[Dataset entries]
/---

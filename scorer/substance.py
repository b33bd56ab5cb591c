"""What kind of substance a reading is, and formal oxidation states.

The ion solver (:mod:`scorer.ions`) finds charge-balanced ions; this module
says what the result is (:func:`classify`, :func:`nonionic_decomposition`)
and gives the oxidation states: from the ions of a reading
(:func:`oxidation_states_of`), by electronegativity for entries without ions
(:func:`formal_oxidation_states`) and for carbonyls and metallocenes
(:func:`organometallic_states`).

``substance_class`` values
--------------------------
``ionic_salt``
    charge-balanced ions with an inorganic (or metal) cation.
``ionic_liquid_pair``
    an organic cation (imidazolium, pyrrolidinium, ammonium, phosphonium...)
    with any anion; whether it melts below 100 C is the melting columns' job.
``acid``
    no metal; H+ with a single inorganic or carboxylate anion (HCl, H2SO4,
    CH3COOH).
``base``
    a hydroxide (every anion OH-) or ammonia/hydrazine.
``covalent_molecular``
    non-metal molecules (CCl4, glucose, nitrobenzene); molecular metal
    halides and oxyhalides of the structural-family table (AlCl3/Al2Cl6,
    AlBr3, AlI3, GaCl3, HgX2, BiCl3, SbX3, VOCl3, CrO2Cl2); high-valent metal halides and oxides
    that are molecular (TiCl4, SnCl4: metal at +4 or more with only halide
    anions; Mn2O7, OsO4: metal at +7 or more with only oxide; common
    practice); organometallics written with CO or C5H5 ligands.
``chain_layer_solid``
    polymeric chains or layers held by polar covalent bonds (CrO3, BeCl2,
    MoO3, V2O5; ZnCl2, CdCl2 and CdI2 keep their ions with the ionic model
    ``strained``); decided in :mod:`scorer.applicability`.
``covalent_network``
    extended covalent solids of B, C, Si, Ge with N, O, C (SiO2, SiC, BN,
    diamond; common practice); frameworks of a bare cation of charge 5 or
    more with oxide (WO3, Nb2O5; :mod:`scorer.applicability`).
``semiconductor``
    tetrahedral polar-covalent AB compounds and elements below Phillips'
    critical ionicity 0.785 (Si, Ge, GaAs, InP, InSb, GaN, AlN, CdTe, ZnS);
    decided in :mod:`scorer.applicability`.
``intermetallic``
    compounds of two or more metals, or of metals with B, Si, Ge, in
    whole-number ratio, where no Zintl reading applies (Cu3Au, Ni3Al, Fe2B,
    MgB2); no ions.
``zintl_phase``
    s-block metals with a p-block element (or gold) that takes their valence
    electrons: NaTl = Na(+) Tl(-), KGe, Mg2Si, CsAu = Cs(+) Au(-); formal
    ions kept, the ionic model not applied.
``metallic``
    elemental metals and metallic solid solutions (every element a metal, no
    compound reading: Cu0.7Zn0.3).
``element``
    a non-metallic element (O2, S8, P4, a noble gas).
``ion``
    a lone ion written with its charge (``SO4^2-``).
``unknown``
    none of these could be established; the message says why.
"""
from __future__ import annotations

import math

from ionicity.scorer.caching import once, per_input
from ionicity.scorer.elements import get_element, is_metal
from ionicity.scorer.grammar import format_count
from ionicity.scorer.model import Decomposition, IonTerm
from ionicity.scorer.radii import shannon_radius_pm

__all__ = [
    "classify",
    "organic_candidate",
    "nonionic_decomposition",
    "listed_states",
    "formal_oxidation_states",
    "formal_state_strain",
    "most_electronegative",
    "usual_state",
    "organometallic_states",
    "binary_carbonyl",
    "oxidation_states_of",
    "format_oxidation_states",
]
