"""Which salts may train the melting model: the consensus of sources, the name check, the salt screen.

The rules ``ionicity fit-melting`` applies to every candidate before it joins
the training set (:mod:`pipelines.melting_data` applies them and logs each
decision): :func:`consensus_melting_point_K` settles disagreeing sources,
:func:`name_agrees_with_ions` checks a compound's name against the ions its
formula was read as, :func:`screen_salt` keeps anhydrous, charge-balanced,
simple salts, and :func:`anion_family` / :func:`cation_element` give the
groups of the cross-validation. Pure functions of a
:class:`scorer.model.Decomposition` and text; nothing here reads files.
"""
from __future__ import annotations

import math
import re

import numpy as np

from ionicity.pipelines.melting_cli import TOLERANCE_K
from ionicity.scorer.bond_class_rules import keeps_formal_salt_reading
from ionicity.scorer.elements import get_element, is_metal
from ionicity.scorer.formula import FormulaError, parse_formula
from ionicity.scorer.lattice import whole_unit_factor
from ionicity.scorer.melting import formal_salt_reading

__all__ = [
    "consensus_melting_point_K",
    "target_flags",
    "name_agrees_with_ions",
    "screen_salt",
    "melts_as_hydroxide",
    "anion_family",
    "cation_element",
]


# ----------------------------------------------------------------- consensus


def consensus_melting_point_K(values: dict[str, float], tolerance_K: float = TOLERANCE_K) -> tuple[float, str]:
    """One melting point from several sources, or NaN when they disagree.

    Rule (defined here): values within ``tolerance_K`` of each other form a
    cluster. If every value lies within the tolerance of the median, the
    median is kept (``agree``). Otherwise the largest cluster is kept when it
    holds more than half of the sources (``consensus``); else the entry is
    dropped (``disagree``). One source alone is kept (``single``).

    Parameters
    ----------
    values : dict of str to float
        Melting point in K per source name; NaN values are ignored.
    tolerance_K : float, default=20.0
        Largest spread, in K, that counts as agreement (the issue's "about 20 K").

    Returns
    -------
    (float, str)
        The melting point in K (NaN when dropped) and a decision text naming
        the rule and the sources.

    Examples
    --------
    >>> consensus_melting_point_K({"a": 1074.0, "b": 1073.8})
    (1073.9, 'agree: a=1074.0, b=1073.8')
    >>> consensus_melting_point_K({"a": 1000.0, "b": 1005.0, "c": 1300.0})[0]
    1002.5
    >>> consensus_melting_point_K({"a": 1000.0, "b": 1300.0})[1]
    'disagree (spread 300 K > 20 K): a=1000.0, b=1300.0'
    """
    clean = {k: float(v) for k, v in values.items() if v is not None and not math.isnan(float(v))}
    text = ", ".join(f"{k}={v:.1f}" for k, v in clean.items())
    if not clean:
        return math.nan, "no value"
    if len(clean) == 1:
        return round(next(iter(clean.values())), 2), f"single: {text}"
    numbers = np.array(sorted(clean.values()))
    median = float(np.median(numbers))
    if np.all(np.abs(numbers - median) <= tolerance_K / 2 + 1e-9) or numbers[-1] - numbers[0] <= tolerance_K:
        return round(median, 2), f"agree: {text}"
    best: list[float] = []
    for start in range(len(numbers)):
        cluster = [x for x in numbers[start:] if x - numbers[start] <= tolerance_K]
        if len(cluster) > len(best):
            best = cluster
    spread = numbers[-1] - numbers[0]
    if len(best) * 2 > len(numbers):
        value = round(float(np.median(best)), 2)
        return value, f"consensus ({len(best)} of {len(numbers)} within {tolerance_K:g} K): {text}"
    return math.nan, f"disagree (spread {spread:.0f} K > {tolerance_K:g} K): {text}"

\---

_Exercise details_:
What lines hold the string "charge"? Pick them out of the data.

_Exercise solution_:
The ion solver (:mod:`scorer.ions`) finds charge-balanced ions; this module
    charge-balanced ions with an inorganic (or metal) cation.
    diamond; common practice); frameworks of a bare cation of charge 5 or
    a lone ion written with its charge (``SO4^2-``).
formula was read as, :func:`screen_salt` keeps anhydrous, charge-balanced,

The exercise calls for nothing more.